Orchestrate Fivetran using Apache Airflow

Rajesh Ku. Rout
Apache Airflow
Published in
7 min readMar 15, 2023

In today’s data-driven world, it’s essential to have a robust data pipeline that can handle large volumes of data and automate the ETL process. Fivetran is a cloud-based ETL tool that can help you extract data from various sources and load it into your data warehouse. Airflow, on the other hand, is a platform to programmatically author, schedule, and monitor workflows. In this blog, we’ll explore how to orchestrate Fivetran with Airflow to create a seamless data pipeline. We’ll cover the basics of Fivetran and Airflow, how to set up Fivetran as a source in Airflow, and how to schedule and monitor the data pipeline.
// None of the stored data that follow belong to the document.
/**
 * Who may do what, route by route: anonymous, buyer, sawyer (acting on their own yard),
 * other sawyer (acting on someone else's), admin. Grow this table with every new route.
 */
type ActorName = "anonymous" | "buyer" | "sawyer" | "otherSawyer" | "admin";
/** Things owned by "sawyer": a log, a slab cut from it, a draft listing of that slab with one photo. */
interface Ids {
  sawyerId: string;
  logId: string;
  slabId: string;
  listingId: string;
  photoUrl: string;
  /** A buyer nobody signs in as: the admin suspends and restores it. */
  spareBuyerId: string;
}

interface RouteCase {
  name: string;
  call: (client: BrowserClient, ids: Ids) => Promise<{ status: number }>;
  expected: Record<ActorName, number>;
}

/** An admin route: anonymous 401, every other non-admin 403, the admin gets `adminStatus`. */
function adminOnly(name: string, call: RouteCase["call"], adminStatus = 200): RouteCase[] {
  return [{ name, call, expected: { anonymous: 401, buyer: 403, sawyer: 403, otherSawyer: 403, admin: adminStatus } }];
}
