import { afterEach, describe, expect, it } from "vitest";
import { flushPromises } from "@vue/test-utils";
import { messageEndpoints } from "@grainyard/contracts";
import { transport } from "../../api/http.ts";
import { mountView } from "../../test/mount-view.ts";
import { buyerAccount, sawyerAccount, threadSummary } from "../../test/fixtures.ts";
import TopBar from "./TopBar.vue";

afterEach(() => {
  transport.useFetch(undefined);
  document.body.innerHTML = "";
});

const threads = {
  status: 200,
  body: { threads: [threadSummary({ unreadCount: 2 }), threadSummary({ id: "thr_2", unreadCount: 1 }), threadSummary({ id: "thr_3" })] },
};

describe("top bar", () => {
  it("gives a buyer the buyer tools and the unread count on Messages and on the phone's menu button", async () => {
    const { wrapper } = await mountView(TopBar, {
      path: "/browse",
      session: { account: buyerAccount },
      answers: { [`GET ${messageEndpoints.listThreads.path}`]: [threads] },
    });
    await flushPromises();
    expect(wrapper.findAll(".topbar__list a").map((a) => a.text().replace(/\s+/g, " ").trim())).toEqual([
      "Browse",
      "Favourites",
      "Saved searches",
      "Messages 3 unread",
      "My orders",
      "My account",
    ]);
    expect(wrapper.find('[data-test="unread-badge"]').text()).toBe("3 unread");
    expect(wrapper.find('[data-test="menu-unread"]').text()).toContain("3");
    wrapper.unmount();
  });

  it("gives a sawyer Messages beside the yard, with no badge when all is read", async () => {
    const { wrapper } = await mountView(TopBar, {
      path: "/yard",
      session: { account: sawyerAccount },
      answers: {
        [`GET ${messageEndpoints.listThreads.path}`]: [{ status: 200, body: { threads: [threadSummary({ myRole: "sawyer" })] } }],
      },
    });
    await flushPromises();
    expect(wrapper.findAll(".topbar__list a").map((a) => a.text().trim())).toEqual([
      "My yard",
      "Offers",
      "Orders",
      "Messages",
      "Payouts",
      "Security",
    ]);
    expect(wrapper.find('[data-test="unread-badge"]').exists()).toBe(false);
    wrapper.unmount();
  });

  it("asks for no messages for someone not signed in", async () => {
    const { wrapper, fetchMock } = await mountView(TopBar, { path: "/" });
    await flushPromises();
    expect(fetchMock.mock.calls.some(([url]) => String(url).startsWith(messageEndpoints.listThreads.path))).toBe(false);
    expect(wrapper.find('[data-test="nav-messages"]').exists()).toBe(false);
    wrapper.unmount();
  });
});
By the end of this blog, you’ll have a clear understanding of how to use Fivetran and Airflow together to create a scalable and reliable data pipeline.
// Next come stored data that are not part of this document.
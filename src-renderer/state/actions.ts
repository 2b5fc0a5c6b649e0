// Changes to the document and to what is shown. Every document change goes through `edit`, which keeps the
// undo history (edits of the same field within a moment merge into one step).
import { STUDY_FORMAT, STUDY_VERSION, type Sample, type Study } from '../../src-core/index.ts'
import { newId, store, type Snapshot, type ViewName } from './store.ts'

const HISTORY = 200
let lastMerge: { key: string; at: number } | null = null

const snapshot = (): Snapshot => ({ study: store().get().study, ids: store().get().ids })

/** Changes the study: `change` gets a copy to modify. `mergeKey` merges quick successive edits of one field. */
export function edit(change: (study: Study, ids: string[]) => void, mergeKey?: string): void {
  const s = store().get()
  const study = structuredClone(s.study)
  const ids = [...s.ids]
  change(study, ids)
  const now = Date.now()
  const merge = mergeKey !== undefined && lastMerge?.key === mergeKey && now - lastMerge.at < 1500
  lastMerge = mergeKey !== undefined ? { key: mergeKey, at: now } : null
  const past = merge ? s.past : [...s.past, snapshot()].slice(-HISTORY)
  const selected = ids.includes(s.selected) ? s.selected : (ids[0] ?? '')
  store().set({ study, ids, past, future: [], dirty: true, pristine: false, selected, compare: s.compare.filter((c) => ids.includes(c)) })
}

/** Changes one sample (by id). */
export function editSample(id: string, change: (sample: Sample, study: Study) => void, mergeKey?: string): void {
  edit((study, ids) => {
    const i = ids.indexOf(id)
    if (i >= 0) change(study.samples[i], study)
  }, mergeKey && `${id}:${mergeKey}`)
}

function restore(from: 'past' | 'future'): void {
  const s = store().get()
  const stack = s[from]
  if (!stack.length) return
  const target = stack[stack.length - 1]
  const rest = stack.slice(0, -1)
  const current = snapshot()
  lastMerge = null
  const selected = target.ids.includes(s.selected) ? s.selected : (target.ids[0] ?? '')
  store().set({
    study: target.study,
    ids: target.ids,
    past: from === 'past' ? rest : [...s.past, current],
    future: from === 'past' ? [...s.future, current] : rest,
    dirty: true,
    selected,
    compare: s.compare.filter((c) => target.ids.includes(c)),
    drafts: {},
    toast: null
  })
}

export const undo = (): void => restore('past')
export const redo = (): void => restore('future')

/** Replaces the document (open, new, recovery). */
export function load(study: Study, file: { name: string; path?: string } | null, dirty = false): void {
  const ids = study.samples.map(() => newId())
  lastMerge = null
  store().set({
    study,
    ids,
    file,
    dirty,
    pristine: false,
    past: [],
    future: [],
    selected: ids[0] ?? '',
    compare: [],
    drafts: {},
    problems: [],
    results: {},
    sizes: {},
    toast: null,
    notice: null
  })
}

export function blankSample(name: string): Sample {
  return {
    name,
    size: { kind: 'modes', modes: [{ by: 'number', name: 'accumulation', number_cm3: 1000, median_um: 0.15, gsd: 1.6 }] },
    composition: { components: [{ material: 'ammonium-sulfate', volume_fraction: 1 }], mixing: 'volume-average' },
    rh_percent: 50,
    rh_history: 'rising',
    layer: { kind: 'depth', depth_m: 1000 }
  }
}

export function blankStudy(): Study {
  return {
    format: STUDY_FORMAT,
    version: STUDY_VERSION,
    name: 'New study',
    wavelengths_nm: [400, 450, 500, 550, 600, 700, 850, 1000],
    site: { latitude_deg: 45, day_of_year: 172, cloud_fraction: 0.6, transmittance: 0.76, surface: 'grassland' },
    samples: [blankSample('Sample 1')]
  }
}

export function uniqueName(base: string, study: Study): string {
  const names = new Set(study.samples.map((s) => s.name))
  if (!names.has(base)) return base
  for (let i = 2; ; i++) if (!names.has(`${base} ${i}`)) return `${base} ${i}`
}

export function addSample(): void {
  const id = newId()
  edit((study, ids) => {
    study.samples.push(blankSample(uniqueName(`Sample ${study.samples.length + 1}`, study)))
    ids.push(id)
  })
  store().set({ selected: id })
}

export function duplicateSample(id: string): void {
  const copy = newId()
  edit((study, ids) => {
    const i = ids.indexOf(id)
    if (i < 0) return
    const s = structuredClone(study.samples[i])
    s.name = uniqueName(`${s.name} (copy)`, study)
    study.samples.splice(i + 1, 0, s)
    ids.splice(i + 1, 0, copy)
  })
  store().set({ selected: copy })
}

export function renameSample(id: string, name: string): void {
  editSample(
    id,
    (s, study) => {
      // The sample's uncertain inputs are kept by its name: they follow it.
      const u = study.uncertainty as { samples?: Record<string, unknown> } | undefined
      const mine = u?.samples?.[s.name]
      if (u?.samples && mine !== undefined && !study.samples.some((x) => x !== s && x.name === s.name) && !(name in u.samples)) {
        delete u.samples[s.name]
        u.samples[name] = mine
      }
      s.name = name
    },
    'name'
  )
}

export function deleteSample(id: string): void {
  const s = store().get()
  const i = s.ids.indexOf(id)
  if (i < 0 || s.ids.length <= 1) return
  const name = s.study.samples[i].name
  edit((study, ids) => {
    study.samples.splice(i, 1)
    ids.splice(i, 1)
  })
  store().set({ selected: store().get().ids[Math.min(i, store().get().ids.length - 1)], toast: { text: `Deleted sample “${name}”.`, undo: true } })
}

export function moveSample(id: string, by: -1 | 1): void {
  const i = store().get().ids.indexOf(id)
  const j = i + by
  if (i < 0 || j < 0 || j >= store().get().ids.length) return
  edit((study, ids) => {
    ;[study.samples[i], study.samples[j]] = [study.samples[j], study.samples[i]]
    ;[ids[i], ids[j]] = [ids[j], ids[i]]
  })
}

export const MAX_COMPARE = 6

export function toggleCompare(id: string): void {
  const s = store().get()
  if (s.compare.includes(id)) store().set({ compare: s.compare.filter((c) => c !== id) })
  else if (s.compare.length < MAX_COMPARE) store().set({ compare: s.ids.filter((x) => x === id || s.compare.includes(x)) })
  else store().set({ toast: { text: `At most ${MAX_COMPARE} samples can be compared; unmark one first.`, undo: false } })
}

export const select = (id: string): void => store().set({ selected: id })
export const showView = (view: ViewName): void => store().set({ view })

/** Records (or clears) a field whose text cannot be read. */
export function setDraft(path: string, reason: string | null): void {
  const drafts = store().get().drafts
  if ((drafts[path] ?? null) === reason) return
  const next = { ...drafts }
  if (reason === null) delete next[path]
  else next[path] = reason
  store().set({ drafts: next })
}

/** The samples the charts show: the compared ones when 2 or more are marked, else the selected one. */
export function shownIds(): string[] {
  const s = store().get()
  return s.compare.length >= 2 ? s.compare : [s.selected]
}
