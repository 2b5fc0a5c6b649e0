import { describe, expect, it } from 'vitest'
import { gaussLegendre, gaussLegendreOn } from '../../src-core/index.ts'

describe('Gauss–Legendre quadrature', () => {
  it('integrates x^k exactly on [−1, 1] up to degree 2n − 1 (Abramowitz & Stegun 1964, §25.4.29)', () => {
    for (const n of [2, 3, 8, 40]) {
      const { nodes, weights } = gaussLegendre(n)
      for (let k = 0; k <= 2 * n - 1; k++) {
        let s = 0
        for (let i = 0; i < n; i++) s += weights[i] * nodes[i] ** k
        const exact = k % 2 === 1 ? 0 : 2 / (k + 1)
        expect(Math.abs(s - exact)).toBeLessThan(1e-13)
      }
    }
  })

  it('has the tabulated 3-point nodes ±√(3/5) and weights 5/9, 8/9 (Abramowitz & Stegun table 25.4)', () => {
    const { nodes, weights } = gaussLegendre(3)
    expect(nodes[2]).toBeCloseTo(Math.sqrt(0.6), 15)
    expect(weights[0]).toBeCloseTo(5 / 9, 15)
    expect(weights[1]).toBeCloseTo(8 / 9, 15)
  })

  it('maps onto [a, b]: ∫_0^π sin = 2 (closed form)', () => {
    const { nodes, weights } = gaussLegendreOn(20, 0, Math.PI)
    let s = 0
    for (let i = 0; i < 20; i++) s += weights[i] * Math.sin(nodes[i])
    expect(s).toBeCloseTo(2, 13)
  })
})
Running Fivetran in Airflow with operators, sensors, and hooks

Airflow defines data pipelines as directed acyclic graphs, or DAGs, that are built mostly of tasks called Operators and Sensors. The Fivetran provider enables the creation of FivetranOperators and FivetranSensors. All that is needed to run Fivetran in Airflow is the API Key, API Secret, and connector ID(s) from Fivetran and the Fivetran provider from the Astronomer registry. The API Key and API secret are configured as an Airflow Connection and the connector ID(s) are configured as Airflow Variables.

FivetranOperator

In Airflow, an operator represents a single, ideally idempotent, task. Operators determine what actually executes when your DAG runs. The FivetranOperator validates that the connector ID supplied exists and is valid for the API Key and Secret given, changes the connector’s schedule type to run on a schedule defined by Airflow instead of Fivetran, and finally calls for the start of a Fivetran sync.

FivetranSensor

Sensors are a special kind of operator. When they run, they will check to see if certain criteria are met before they complete and let their downstream tasks execute. A FivetranSensor will monitor the status of a Fivetran sync and allow the DAG to progress as soon as data has been fully loaded into a warehouse.

FivetranHook

The FivetranHook is included in our provider but should be accessed and modified by advanced users only. This code is where Airflow interacts with Fivetran REST API so that complicated logic to start and monitor Fivetran jobs is abstracted away from the FivetranOperator and FivetranSensors in order to make them as readable and easy to use as possible.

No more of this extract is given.